# Can cancelled riders leave feedback ratings?



## Johnny Driver (Apr 30, 2017)

In the past, I was told that if you cancel a trip before you start the trip they cannot leave feedback. However, I took a 5-month break from uber and my first night back I only did a few rides and got all 5 stars then as I was about to call it a night I accepted a ride and canceled it because the pick up was in a high crime area and it was 3:30 am. The next day I had a 1 rating and I can't figure out how other than they somehow got uber to give me the 1.


----------



## Fewber (May 16, 2017)

I have never been rated by a cancelled rider that I know of... but I do notice from time to time mysterious 1 star down rates that seem to come out of nowhere... it is almost as if uber does not want your driver ratings to go over a certain amount... reach that limit, the mysterious 1 star appears. That is the pattern I have noticed multiple times over...


----------



## Johnny Driver (Apr 30, 2017)

I think I may have found the problem. I showed up to a riders house and waited for 5 minutes (the most I will wait unless they contact me and give me a good reason to wait, and I no longer contact them if I am picking them up at a residence and I am sure I am at the place they punched into the app) no rider so I canceled the trip and asked uber not to charge the driver because in the past I have gotten a 1 after they complained when they were charged. Uber, however, charged them anyway. My guess is this is where the 1 came from. BTW I got a ping from them just after I drove away and did not accept it. I have had drunk people play games with the app before and I am not playing that game. I am sometimes the only uber out in my little town after 3am.


----------



## Aerodrifting (Aug 13, 2017)

Johnny Driver said:


> I think I may have found the problem. I showed up to a riders house and waited for 5 minutes (the most I will wait unless they contact me and give me a good reason to wait, and I no longer contact them if I am picking them up at a residence and I am sure I am at the place they punched into the app) no rider so I canceled the trip and asked uber not to charge the driver because in the past I have gotten a 1 after they complained when they were charged. Uber, however, charged them anyway. My guess is this is where the 1 came from. BTW I got a ping from them just after I drove away and did not accept it. I have had drunk people play games with the app before and I am not playing that game. I am sometimes the only uber out in my little town after 3am.
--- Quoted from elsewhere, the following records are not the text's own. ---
def test_quiet_still_shows_warnings(tmp_path):
    """Broken before: -q hid warnings (a skipped month), though documented as hiding the
    progress bar only."""
    cfg_path = _months_case(tmp_path, 2)
    (tmp_path / "par" / "p01.nc").unlink()  # February has no PAR: skipped
    res = CliRunner().invoke(main, ["run", str(cfg_path), "-q"])
    assert res.exit_code == 0, res.output
    assert ("euphotic: warning: skipping 2023-02: no day of it is covered by all inputs "
            "(chl, par, sst)") in res.stderr
    assert "wrote" not in res.stdout


def test_full_disk_is_one_clear_line(tmp_path, monkeypatch):
    """Broken before: a full disk gave `unexpected RuntimeError: NetCDF: HDF error`. netCDF-C
    reports a failed write in exactly those words; the run turns it into one line."""
    cfg_path = _months_case(tmp_path, 1)
    from euphotic import pipeline

    def hdf_error(objs, **kw):
        raise RuntimeError("NetCDF: HDF error")

    monkeypatch.setattr(pipeline, "_compute", hdf_error)
    monkeypatch.setattr("shutil.disk_usage", lambda p: type("Usage", (), {"free": 1024})())
    res = CliRunner().invoke(main, ["run", str(cfg_path)])
    assert res.exit_code == 1
    assert res.stderr.strip() == (
        f"euphotic: error: {tmp_path / 'out'}: cannot write the monthly maps: no space left on "
        "the device (0.0 MiB free); earlier results in the folder are unchanged")


@pytest.mark.slow
def test_full_disk_on_a_real_small_file_system(tmp_path):
    """A real full disk: a 3 MiB tmpfs holds one good run; a second run with more months
    fills it. Needs root to mount (CI runs as root); skipped elsewhere."""
    if os.geteuid() != 0:
        pytest.skip("mounting a tmpfs needs root")
    mnt = tmp_path / "small"
    mnt.mkdir()
    if subprocess.run(["mount", "-t", "tmpfs", "-o", "size=3m", "tmpfs", str(mnt)]).returncode:
        pytest.skip("cannot mount a tmpfs here")
    try:
        cfg_path = _months_case(tmp_path, 6)
        text = cfg_path.read_text().replace('output_dir = "out"', f'output_dir = "{mnt / "out"}"')
        cfg_path.write_text(text.replace("[run]\n", '[run]\nend = "2023-01-31"\n'))
        assert CliRunner().invoke(main, ["run", str(cfg_path)]).exit_code == 0
        before = folder_bytes(mnt / "out")
        (mnt / "ballast").write_bytes(b"\0" * (3 * 2**20 - sum(map(len, before.values()))
                                               - 200_000))
        cfg_path.write_text(text.replace("figures = false", "figures = true"))
        res = CliRunner().invoke(main, ["run", str(cfg_path)])
        assert res.exit_code == 1, res.output
        line = res.stderr.strip().splitlines()[-1]
        assert line.startswith(f"euphotic: error: {mnt / 'out'}: cannot write ")
        assert "no space left on the device" in line
        assert line.endswith("earlier results in the folder are unchanged")
        assert folder_bytes(mnt / "out") == before
        assert _debris(mnt / "out") == []
    finally:
        import gc

        gc.collect()  # close files xarray may still cache on the small file system
        subprocess.run(["umount", "-l", str(mnt)])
Get a fking grip, You are overthinking it.

First of all, If you cancel no show, Rider can not rate you, period.

Second, why are you waiting over 5 minutes for a rider unless it's a 3x surge 45+ min ride?

Third, After 5 minutes wait why you chose "not to charge rider" (You typed "driver" but I assumed you meant "rider") as the cancellation reason? You took a ping and drove to the pick up, Depreciating your car, using gas, spending your time in the process, After another 5 minutes of your life which you are not getting back, You don't think you deserve a $3.75 measly compensation? Can you tell me wtf is going on in your brain?
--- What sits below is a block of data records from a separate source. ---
def hand_maps(*, rule: str | None = "flag", counter: list | None = None) -> xr.Dataset:
    """Rates r (mg m-2 d-1) ``base`` in every month of 2001 and ``2 * base`` in 2002; cell
    (2, 3) is land (NaN rate and coverage). Gaps: Jan 2001 cell (1, 0) unobserved (so the
    January climatology has no value there); Jan 2002 cells (0, 0) and (1, 0) unobserved, cell
    (0, 2) observed on 20 % of the days (coverage 0.2, below the rule's 0.5)."""
    months = pd.date_range("2001-01-01", periods=24, freq="MS").values
    base = np.array([[100, 200, 300, 400], [110, 210, 310, 410], [120, 220, 320, np.nan]])
    npp = np.stack([base] * 12 + [2 * base] * 12).astype(np.float32)[None]
    cov = np.where(np.isnan(npp), np.nan, 1.0).astype(np.float32)
    npp[0, 0, 1, 0], cov[0, 0, 1, 0] = np.nan, 0.0
    npp[0, 12, 0, 0], cov[0, 12, 0, 0] = np.nan, 0.0
    npp[0, 12, 1, 0], cov[0, 12, 1, 0] = np.nan, 0.0
    cov[0, 12, 0, 2] = 0.2
    dims = ("model", "time", "lat", "lon")
    source = npp if counter is None else _Counting(npp, counter)
    return xr.Dataset(
        {"npp": (dims, dsa.from_array(source, chunks=(1, 1, 3, 4)), {"units": "mg m-2 d-1"}),
         "coverage": (dims, dsa.from_array(cov, chunks=(1, 1, 3, 4)), {"units": "1"})},
        coords={"model": ["vgpm"], "time": months + np.timedelta64(14, "D"),
                "month": ("time", months),
                "days_in_month": ("time", pd.DatetimeIndex(months).days_in_month.values),
                "lat": [10.5, 11.5, 12.5], "lon": [20.5, 21.5, 22.5, 23.5]},
        attrs={} if rule is None else {"min_coverage": 0.5, "low_coverage": rule},
    )


class _Counting:
    """An array that records each non-empty block read from it (to count map reads)."""

    def __init__(self, values: np.ndarray, reads: list):
        self.values, self.reads = values, reads
        self.shape, self.dtype, self.ndim = values.shape, values.dtype, values.ndim

    def __getitem__(self, key):
        out = self.values[key]
        if out.size:
            self.reads.append(str(key))
        return out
Last, You are out here to make $$, Not stars and badges, You can stick that rating up some entitled rider's ass.


----------



## Pax Collector (Feb 18, 2018)

Johnny Driver said:


> I think I may have found the problem. I showed up to a riders house and waited for 5 minutes (the most I will wait unless they contact me and give me a good reason to wait, and I no longer contact them if I am picking them up at a residence and I am sure I am at the place they punched into the app) no rider so I canceled the trip and asked uber not to charge the driver because in the past I have gotten a 1 after they complained when they were charged. Uber, however, charged them anyway. My guess is this is where the 1 came from. BTW I got a ping from them just after I drove away and did not accept it. I have had drunk people play games with the app before and I am not playing that game. I am sometimes the only uber out in my little town after 3am.
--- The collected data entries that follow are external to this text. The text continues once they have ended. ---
// Field paths of an application ("business.vatId", "documents.insurance", "capabilities.<code>"):
// which step each belongs to, and server field errors scoped to one step's form.
import type { Application } from '@emberline/domain';

export const STEPS = ['business', 'area', 'capabilities', 'documents', 'review'] as const;
export type StepKey = (typeof STEPS)[number];

/** Paths an admin can attach a note to, fixed part first; claimed capabilities follow. */
export const FIXED_FIELD_PATHS = [
  'business.legalName',
  'business.tradingName',
  'business.country',
  'business.street',
  'business.postalCode',
  'business.city',
  'business.vatId',
  'business.phone',
  'area.baseLabel',
  'area.baseLat',
  'area.mode',
  'area.workshopAddress',
  'area.radiusKm',
  'capabilities',
  'documents.insurance',
  'documents.registration',
  'documents.qualification',
] as const;

export function fieldPathsOf(application: Application): string[] {
  return [...FIXED_FIELD_PATHS, ...application.capabilities.map((c) => `capabilities.${c.code}`)];
}

/** The step a path belongs to ("business.vatId" -> business; "documents" -> documents). */
export function stepOf(path: string): StepKey {
  const head = path.split('.')[0] ?? '';
  return (STEPS as readonly string[]).includes(head) ? (head as StepKey) : 'review';
}

/** A copy of an API error whose field paths lose the step prefix, so a step's form can place them. */
export function scopeError(error: unknown, step: StepKey): unknown {
  if (!error || typeof error !== 'object' || !('problem' in error)) return error;
  const problem = (error as { problem: { errors?: { path: string; message: string }[] } }).problem;
  if (!problem.errors) return error;
  const prefix = `${step}.`;
  return Object.assign(Object.create(Object.getPrototypeOf(error) as object) as object, error, {
    problem: { ...problem, errors: problem.errors.map((e) => ({ ...e, path: e.path.startsWith(prefix) ? e.path.slice(prefix.length) : e.path })) },
  });
}

/** Change-request notes for one step, keyed by the path without the step prefix. */
export function notesFor(application: Application | null, step: StepKey): Record<string, string> {
  const out: Record<string, string> = {};
  const fields = application?.status === 'changes_requested' ? (application.changeRequest?.fields ?? {}) : {};
  for (const [path, note] of Object.entries(fields)) {
    if (path === step) out[''] = note;
    else if (path.startsWith(`${step}.`)) out[path.slice(step.length + 1)] = note;
  }
  return out;
}

/** Words for a field path: "business.vatId" -> "VAT ID", "capabilities.<code>" -> "Equipment: <name>". */
export function fieldLabel(path: string, application: Application | null, t: (key: string, named?: Record<string, unknown>) => string, te: (key: string) => boolean): string {
  if (path.startsWith('capabilities.')) {
    const code = path.slice('capabilities.'.length);
    const name = application?.capabilities.find((c) => c.code === code)?.name ?? code;
    return t('application.capabilityField', { name });
  }
  const key = `application.fields.${path}`;
  return te(key) ? t(key) : path;
}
That's just silly! Why would you elect not to charge the rider for wasting your gas and time? And for the last time, cancelled trips CANNOT be rated! Period! Yes, they might complain to Rohit if they choose to but it still won't affect your rating.


----------



## sheridens (Feb 25, 2018)

Could it be a rounding error? It looks like they calculate the 1 star percentage by subtracting the other star percentages from 100 after rounding. If some of the other star percentages need to be rounded down then this will inflate the 1 star percentage.

Firstly, I will say that this is speculation! If you have been given a 1 star, most likely, you got the 1 star before you took your 5 month break. This is some evidence to indicate that Uber may delay displaying the 1 star ratings until you have done other rated trips and can't as easily figure out who gave you the one star. The new rated trips you took triggered its appearance after some threshold was reached.


----------



## wk1102 (Dec 25, 2015)

sheridens said:


> Could it be a rounding error? It looks like they calculate the 1 star percentage by subtracting the other star percentages from 100 after rounding. If some of the other star percentages need to be rounded down then this will inflate the 1 star percentage.
> 
> Firstly, I will say that this is speculation! If you have been given a 1 star, most likely, you got the 1 star before you took your 5 month break. This is some evidence to indicate that Uber may delay displaying the 1 star ratings until you have done other rated trips and can't as easily figure out who gave you the one star. The new rated trips you took triggered its appearance after some threshold was reached.


The way %s work you are absolutely correct. Sometimes you'll have several that equate to xx.6% and rounded up and added it comes to 101% so one of them doesn't get rounded. So your 1☆s at .6% shows 0%. Later a 4☆ drops and is replaced with a 5☆ 5 star % is 94.8% or 95% 4☆ goes down from 3.6% to 3.4% so it drops from 4% to 3% finally 1 ☆ stays the same at .6% but now shows as 1% instead of 0.

As to the second part. I think this applies to riders and I don't think it's been 5 months yet. Maybe though.


----------



## sheridens (Feb 25, 2018)

if it is a rounding error, then it should disappear again


----------



## wk1102 (Dec 25, 2015)

sheridens said:


> if it is a rounding error, then it should disappear again


Error may not be the correct word, at least not in the sense you're thinking.

Actual. Rounded
5- 92.6% 93%
4- 04.6% 5%
3- 02.2% 2%
2- 0.% 0%
1- 0.06% 1%
---------------- ------------
100% 101%

In this case, the 1☆ would show as 0% for a total of 100%

If the next rating was a 5 that replaces a 4 star. The 4s would drop to an actual of 4.4% rounded down to 4%.

Then by default the. 06% for the ones will show as 1% to keep it at 100%. Not technically an "error" just rounding .


----------



## Julescase (Mar 29, 2017)

Just chiming in to agree with others here - NEVER drive to a pickup point, wait 5 minutes, and pick "don't charge rider" because that is not only ridiculous, but unfair to YOU. You absolutely earned that measly $3.75 - no questions asked - and you should not feel guilty. The pax stood you up, wasted your time, gas, wear & tear on your vehicle, AND took up your app availability while you could have been earning money on a different ride. 

Always choose "Rider didn't show" or "rider wasn't there" when the rider wasn't there.


----------



## Mentalist (Mar 26, 2018)

rating is given by riders/drivers on a complete "Trip," and on the merit of that trip considering the driver/rider. A cancellation for any reason is not a "trip." Therefore, no ratings can be given for cancellation.


----------